- _RECORDS FOR PROCESSING_:
.....

import { refuse } from '#shared/errors'
import type { Stores } from '../../db/writer'
import { doOnce, type Asked } from '../asked'
import { appendEntry, departmentChain } from '../ledger/appendEntry'
import { assertOtherAdmin } from './departmentRoles'

/** Closes an account: its sessions end with it, links sent to it stop working, and what the person did stays. */
export function closeAccount({ write }: Stores, input: Asked & { personId: string }, now: number): Promise<{ state: 'closed' }> {
  return write(trx => doOnce(trx, input, async () => {
    const person = await trx.selectFrom('person').select(['state', 'credential_epoch']).where('id', '=', input.personId).executeTakeFirst()
    if (!person || person.state === 'erased') refuse('not_found')
    if (person.state === 'closed') return { state: 'closed' as const }
    await assertOtherAdmin(trx, input.personId, now)
    await trx.updateTable('person').set({ state: 'closed', credential_epoch: person.credential_epoch + 1 }).where('id', '=', input.personId).execute()
    await trx.updateTable('session').set({ ended_at: now, ended_why: 'account_closed' }).where('person_id', '=', input.personId).where('ended_at', 'is', null).execute()
    await trx.updateTable('one_time_token').set({ used_at: now }).where('person_id', '=', input.personId).where('used_at', 'is', null).execute()
    await appendEntry(trx, { chain: departmentChain, at: now, actor: input.actorId, action: 'account.closed', facts: { personId: input.personId } })
    return { state: 'closed' as const }
  }))
}

/** Opens a closed account again; whoever never chose a passphrase is invited anew by `inviteAgain`. */
export function reopenAccount({ write }: Stores, input: Asked & { personId: string }, now: number): Promise<{ state: 'active' | 'invited' }> {
  return write(trx => doOnce(trx, input, async () => {
    const person = await trx.selectFrom('person').leftJoin('credential', 'credential.person_id', 'person.id').select(['person.state', 'credential.changed_at as passphraseAt']).where('person.id', '=', input.personId).executeTakeFirst()
    if (!person || person.state === 'erased') refuse('not_found')
    const state = person.passphraseAt === null ? 'invited' as const : 'active' as const
    if (person.state !== 'closed') return { state }
    await trx.updateTable('person').set({ state }).where('id', '=', input.personId).execute()
    await appendEntry(trx, { chain: departmentChain, at: now, actor: input.actorId, action: 'account.reopened', facts: { personId: input.personId } })
    return { state }
  }))
}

.....

- _EXERCISE DESCRIPTION_: For this exercise, copy each line from the listing above that has the word "const".

- _ANSWER TO THE EXERCISE_:
    const person = await trx.selectFrom('person').select(['state', 'credential_epoch']).where('id', '=', input.personId).executeTakeFirst()
    if (person.state === 'closed') return { state: 'closed' as const }
    return { state: 'closed' as const }
    const person = await trx.selectFrom('person').leftJoin('credential', 'credential.person_id', 'person.id').select(['person.state', 'credential.changed_at as passphraseAt']).where('person.id', '=', input.personId).executeTakeFirst()
    const state = person.passphraseAt === null ? 'invited' as const : 'active' as const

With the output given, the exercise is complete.